*** Opening Data to use ***
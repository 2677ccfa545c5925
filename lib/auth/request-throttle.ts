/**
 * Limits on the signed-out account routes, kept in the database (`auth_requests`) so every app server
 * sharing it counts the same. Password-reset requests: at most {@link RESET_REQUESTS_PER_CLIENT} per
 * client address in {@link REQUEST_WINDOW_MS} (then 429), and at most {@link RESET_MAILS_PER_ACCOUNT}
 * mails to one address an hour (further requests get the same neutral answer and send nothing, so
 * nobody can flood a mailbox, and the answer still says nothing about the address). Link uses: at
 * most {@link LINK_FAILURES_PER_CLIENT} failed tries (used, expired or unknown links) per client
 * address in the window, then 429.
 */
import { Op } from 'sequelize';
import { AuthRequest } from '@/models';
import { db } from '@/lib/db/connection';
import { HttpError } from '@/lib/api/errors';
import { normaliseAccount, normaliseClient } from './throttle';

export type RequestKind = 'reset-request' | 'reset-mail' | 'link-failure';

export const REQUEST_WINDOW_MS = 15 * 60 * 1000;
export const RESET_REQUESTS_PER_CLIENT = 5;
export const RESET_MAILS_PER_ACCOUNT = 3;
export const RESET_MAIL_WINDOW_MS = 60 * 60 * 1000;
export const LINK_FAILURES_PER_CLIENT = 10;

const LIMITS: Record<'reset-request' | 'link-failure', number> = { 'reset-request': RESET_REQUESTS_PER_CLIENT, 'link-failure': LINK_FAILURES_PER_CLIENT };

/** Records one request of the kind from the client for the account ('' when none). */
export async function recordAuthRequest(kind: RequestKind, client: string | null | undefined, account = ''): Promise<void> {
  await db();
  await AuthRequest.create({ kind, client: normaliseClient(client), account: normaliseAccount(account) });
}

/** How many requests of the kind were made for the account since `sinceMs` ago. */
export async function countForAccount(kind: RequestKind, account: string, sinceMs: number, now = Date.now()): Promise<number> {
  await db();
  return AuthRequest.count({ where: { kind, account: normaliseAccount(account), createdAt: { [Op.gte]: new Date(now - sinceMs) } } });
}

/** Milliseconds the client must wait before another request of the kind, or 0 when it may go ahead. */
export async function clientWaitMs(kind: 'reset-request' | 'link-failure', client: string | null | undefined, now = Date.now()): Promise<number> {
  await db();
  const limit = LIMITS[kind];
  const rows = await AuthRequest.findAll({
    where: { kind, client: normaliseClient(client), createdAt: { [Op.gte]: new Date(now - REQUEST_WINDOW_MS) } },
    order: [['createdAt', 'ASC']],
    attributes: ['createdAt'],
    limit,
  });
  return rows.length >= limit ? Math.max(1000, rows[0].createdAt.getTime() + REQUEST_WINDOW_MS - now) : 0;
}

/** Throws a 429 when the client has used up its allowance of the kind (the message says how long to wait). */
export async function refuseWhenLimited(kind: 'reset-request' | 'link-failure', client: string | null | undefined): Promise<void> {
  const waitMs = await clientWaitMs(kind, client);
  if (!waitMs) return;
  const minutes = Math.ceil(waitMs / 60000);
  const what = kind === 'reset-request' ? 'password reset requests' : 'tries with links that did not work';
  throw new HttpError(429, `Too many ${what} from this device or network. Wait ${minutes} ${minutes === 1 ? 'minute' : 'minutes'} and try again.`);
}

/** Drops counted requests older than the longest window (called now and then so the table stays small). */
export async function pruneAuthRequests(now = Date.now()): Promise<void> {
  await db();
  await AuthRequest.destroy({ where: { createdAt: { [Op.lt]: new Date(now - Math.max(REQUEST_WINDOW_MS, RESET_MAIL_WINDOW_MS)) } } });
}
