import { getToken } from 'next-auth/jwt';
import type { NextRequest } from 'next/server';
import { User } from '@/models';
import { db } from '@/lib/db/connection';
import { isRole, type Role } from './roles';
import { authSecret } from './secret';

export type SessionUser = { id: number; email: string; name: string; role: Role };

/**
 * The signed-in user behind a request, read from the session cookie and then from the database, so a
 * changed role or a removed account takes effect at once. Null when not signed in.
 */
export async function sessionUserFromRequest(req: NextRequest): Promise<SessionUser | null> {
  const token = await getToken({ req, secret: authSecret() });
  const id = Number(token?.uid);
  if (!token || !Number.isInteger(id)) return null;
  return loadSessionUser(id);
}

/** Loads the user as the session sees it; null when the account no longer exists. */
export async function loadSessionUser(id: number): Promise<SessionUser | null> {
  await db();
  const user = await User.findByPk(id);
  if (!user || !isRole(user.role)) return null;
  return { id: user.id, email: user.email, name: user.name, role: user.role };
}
*** Closing Data to use ***
Directions for this task: I need each line from the listing where the word "type" occurs.

Exercise response:
export type RequestKind = 'reset-request' | 'reset-mail' | 'link-failure';
import type { NextRequest } from 'next/server';
import { isRole, type Role } from './roles';
export type SessionUser = { id: number; email: string; name: string; role: Role };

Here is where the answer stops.